--- START ---
/**
 * Largest eigenvalue θ of a real symmetric matrix with bandwidth ≤ 2.
 * σ > θ exactly when σI − M is positive definite, i.e. when every pivot of its
 * LDLᵀ (banded Cholesky) factorization is positive. The factorization here runs
 * from the last row up, so its final pivot d(σ) = det(σI − M)/det(σI − M′), M′ the
 * trailing block without row and column 0, is continuous and increasing for σ
 * above the largest eigenvalue of M′ with its only zero at θ (Cauchy
 * interlacing). When the top eigenvector is dominated by the first basis
 * function (here: P_0 or P_1) that block's eigenvalues lie well below θ and d(σ)
 * is nearly linear near θ, so Brent's method needs only a few steps.
 * Source: Golub & Van Loan, Matrix Computations, 4th ed., §4.3 (band LDLᵀ) and
 * §8.4 (interlacing, Sturm-type counts); Brent (1973) for the root.
 */
import { findRootBrent } from '@shared/chemistry/numeric';
import type { SymmetricBanded } from './types';

/** final pivot of the bottom-up LDLᵀ of σI − M, or −1e300 when an earlier pivot is not positive */
function finalPivot({ diagonal, upper1, upper2 }: SymmetricBanded, sigma: number): number {
  const n = diagonal.length;
  // row k of the reversed matrix is row n − 1 − k of M; carry pivots d(k−1), d(k−2) and L(k−1, k−2)
  let d1 = 0;
  let d2 = 0;
  let l1Prev = 0;
  for (let k = 0; k < n; k++) {
    const i = n - 1 - k;
    const b2 = k >= 2 ? -upper2[i] : 0; // (σI − M)(i, i+2)
    const b1 = k >= 1 ? -upper1[i] : 0; // (σI − M)(i, i+1)
    const lk2 = k >= 2 ? b2 / d2 : 0;
    const lk1 = k >= 1 ? (b1 - lk2 * l1Prev * d2) / d1 : 0;
    const d = sigma - diagonal[i] - lk1 * lk1 * d1 - lk2 * lk2 * d2;
    if (k === n - 1) return d;
    if (!(d > 0)) return -1e300;
    d2 = d1;
    d1 = d;
    l1Prev = lk1;
  }
  return -1e300;
}

export function largestEigenvalueBanded(matrix: SymmetricBanded, guess?: number): number {
  const { diagonal, upper1, upper2 } = matrix;
  const n = diagonal.length;
  if (n === 0) throw new RangeError('largestEigenvalueBanded: empty matrix');
  if (n === 1) return diagonal[0];
  const g = (sigma: number) => finalPivot(matrix, sigma);
  let scale = 1;
  for (let i = 0; i < n; i++) scale = Math.max(scale, 1 + Math.abs(diagonal[i]));
  const tol = 4 * Number.EPSILON * scale;
  if (guess !== undefined && Number.isFinite(guess)) {
    const delta = 1e-3 * (1 + Math.abs(guess));
    const lo = guess - delta;
    const hi = guess + delta;
    if (g(lo) < 0 && g(hi) > 0) return findRootBrent(g, lo, hi, tol);
  }
  // Rayleigh quotient of each unit vector gives θ ≥ max diagonal; Gershgorin gives θ ≤ max row bound
  let lo = -Infinity;
  let hi = -Infinity;
  for (let i = 0; i < n; i++) {
    const radius =
      (i >= 1 ? Math.abs(upper1[i - 1]) : 0) +
      (i < n - 1 ? Math.abs(upper1[i]) : 0) +
      (i >= 2 ? Math.abs(upper2[i - 2]) : 0) +
      (i < n - 2 ? Math.abs(upper2[i]) : 0);
    lo = Math.max(lo, diagonal[i]);
    hi = Math.max(hi, diagonal[i] + radius);
  }
  hi += tol + 1e-12 * Math.abs(hi);
  if (g(lo) >= 0) return lo;
  return findRootBrent(g, lo, hi, tol);
}
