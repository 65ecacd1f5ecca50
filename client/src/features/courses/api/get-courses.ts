import { queryOptions, useQuery } from '@tanstack/react-query';
import type { CourseSummary } from '@shared/api';
import { apiGet } from '@client/lib/api';

export const coursesQueryKey = ['courses', 'list'] as const;

/** GET /api/v1/courses: the courses the caller may see (the server filters by role and scope). */
export const coursesQueryOptions = () =>
  queryOptions({
    queryKey: coursesQueryKey,
    queryFn: ({ signal }) => apiGet<{ courses: CourseSummary[] }>('/api/v1/courses', { signal }),
    select: (data) => data.courses,
  });

export function useCourses() {
  return useQuery(coursesQueryOptions());
}
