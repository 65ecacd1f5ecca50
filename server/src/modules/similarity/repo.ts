/** Rows of similarity_flags (with the two reports' students). No wire shapes here. */
import type { Knex } from 'knex';

type Db = Knex | Knex.Transaction;

export interface FlagInsert {
  exerciseId: number;
  reportId: number;
  otherReportId: number;
  kind: 'identical-numbers' | 'near-identical-deviations';
  score: number;
  detail: string;
}

/** Inserts flags that are new; a pair already flagged with the same kind is left as it is. Returns how many were added. */
export async function insertNewFlags(trx: Db, flags: FlagInsert[]): Promise<number> {
  let added = 0;
  for (const f of flags) {
    // the pair is stored in one order (lower report id first) so that (a, b) and (b, a) are one flag
    const [a, b] = f.reportId < f.otherReportId ? [f.reportId, f.otherReportId] : [f.otherReportId, f.reportId];
    const [result] = (await trx.raw(
      `INSERT IGNORE INTO similarity_flags (exercise_id, report_id, other_report_id, kind, score, detail) VALUES (?, ?, ?, ?, ?, ?)`,
      [f.exerciseId, a, b, f.kind, Math.round(f.score * 1e6) / 1e6, f.detail.slice(0, 500)],
    )) as [{ affectedRows: number }];
    added += result.affectedRows;
  }
  return added;
}

export interface FlagRow {
  id: number;
  kind: 'identical-numbers' | 'near-identical-deviations';
  score: number;
  detail: string;
  created_at: Date;
  reviewed_at: Date | null;
  review_note: string | null;
  reviewer_name: string | null;
  report_id: number;
  report_version: number;
  report_enrolment: number;
  report_section: number | null;
  report_number: string;
  report_name: string;
  other_id: number;
  other_version: number;
  other_enrolment: number;
  other_section: number | null;
  other_number: string;
  other_name: string;
}

const name = (alias: string) => `COALESCE(NULLIF(TRIM(CONCAT_WS(' ', ${alias}.given_name, ${alias}.family_name)), ''), ${alias}u.display_name)`;

export function flagsOfExercise(db: Db, exerciseId: number): Promise<FlagRow[]> {
  return db('similarity_flags as f')
    .join('reports as r1', 'r1.id', 'f.report_id')
    .join('enrolments as e1', 'e1.id', 'r1.enrolment_id')
    .join('users as e1u', 'e1u.id', 'e1.user_id')
    .join('reports as r2', 'r2.id', 'f.other_report_id')
    .join('enrolments as e2', 'e2.id', 'r2.enrolment_id')
    .join('users as e2u', 'e2u.id', 'e2.user_id')
    .leftJoin('users as rv', 'rv.id', 'f.reviewed_by')
    .where('f.exercise_id', exerciseId)
    .orderBy([{ column: 'f.score', order: 'desc' }, { column: 'f.id' }])
    .select(
      'f.id',
      'f.kind',
      'f.score',
      'f.detail',
      'f.created_at',
      'f.reviewed_at',
      'f.review_note',
      'rv.display_name as reviewer_name',
      'r1.id as report_id',
      'r1.version_no as report_version',
      'e1.id as report_enrolment',
      'e1.section_id as report_section',
      'e1.student_number as report_number',
      db.raw(`${name('e1')} as report_name`),
      'r2.id as other_id',
      'r2.version_no as other_version',
      'e2.id as other_enrolment',
      'e2.section_id as other_section',
      'e2.student_number as other_number',
      db.raw(`${name('e2')} as other_name`),
    );
}
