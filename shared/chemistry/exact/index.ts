export type { ExactState, ExactInput, ExactEnergy, AngularParity, SymmetricBanded } from './types';
export { exactOneElectronEnergy } from './one-electron-energy';
export { exactCurve, type ExactCurveInput, type ExactCurve } from './curve';
export { exactDissociationLimit } from './dissociation-limit';
export { angularSeparationConstant, angularBasisSize, type AngularInput } from './angular-separation-constant';
export { angularLegendreMatrix } from './angular-legendre-matrix';
export { largestEigenvalueBanded } from './largest-eigenvalue-banded';
export { radialContinuedFraction, radialContinuedFractionTerms, type RadialInput } from './radial-continued-fraction';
--- END ---
> **What the task asks**: Using the data above, reproduce exactly the lines between those holding "below θ and d(σ)" and "for (let i = 0; i < n; i++) scale", inclusive, and no others.

> **Result of the exercise**:
 * function (here: P_0 or P_1) that block's eigenvalues lie well below θ and d(σ)
 * is nearly linear near θ, so Brent's method needs only a few steps.
 * Source: Golub & Van Loan, Matrix Computations, 4th ed., §4.3 (band LDLᵀ) and
 * §8.4 (interlacing, Sturm-type counts); Brent (1973) for the root.
 */
import { findRootBrent } from '@shared/chemistry/numeric';
import type { SymmetricBanded } from './types';

/** final pivot of the bottom-up LDLᵀ of σI − M, or −1e300 when an earlier pivot is not positive */
function finalPivot({ diagonal, upper1, upper2 }: SymmetricBanded, sigma: number): number {
  const n = diagonal.length;
  // row k of the reversed matrix is row n − 1 − k of M; carry pivots d(k−1), d(k−2) and L(k−1, k−2)
  let d1 = 0;
  let d2 = 0;
  let l1Prev = 0;
  for (let k = 0; k < n; k++) {
    const i = n - 1 - k;
    const b2 = k >= 2 ? -upper2[i] : 0; // (σI − M)(i, i+2)
    const b1 = k >= 1 ? -upper1[i] : 0; // (σI − M)(i, i+1)
    const lk2 = k >= 2 ? b2 / d2 : 0;
    const lk1 = k >= 1 ? (b1 - lk2 * l1Prev * d2) / d1 : 0;
    const d = sigma - diagonal[i] - lk1 * lk1 * d1 - lk2 * lk2 * d2;
    if (k === n - 1) return d;
    if (!(d > 0)) return -1e300;
    d2 = d1;
    d1 = d;
    l1Prev = lk1;
  }
  return -1e300;
}

export function largestEigenvalueBanded(matrix: SymmetricBanded, guess?: number): number {
  const { diagonal, upper1, upper2 } = matrix;
  const n = diagonal.length;
  if (n === 0) throw new RangeError('largestEigenvalueBanded: empty matrix');
  if (n === 1) return diagonal[0];
  const g = (sigma: number) => finalPivot(matrix, sigma);
  let scale = 1;
  for (let i = 0; i < n; i++) scale = Math.max(scale, 1 + Math.abs(diagonal[i]));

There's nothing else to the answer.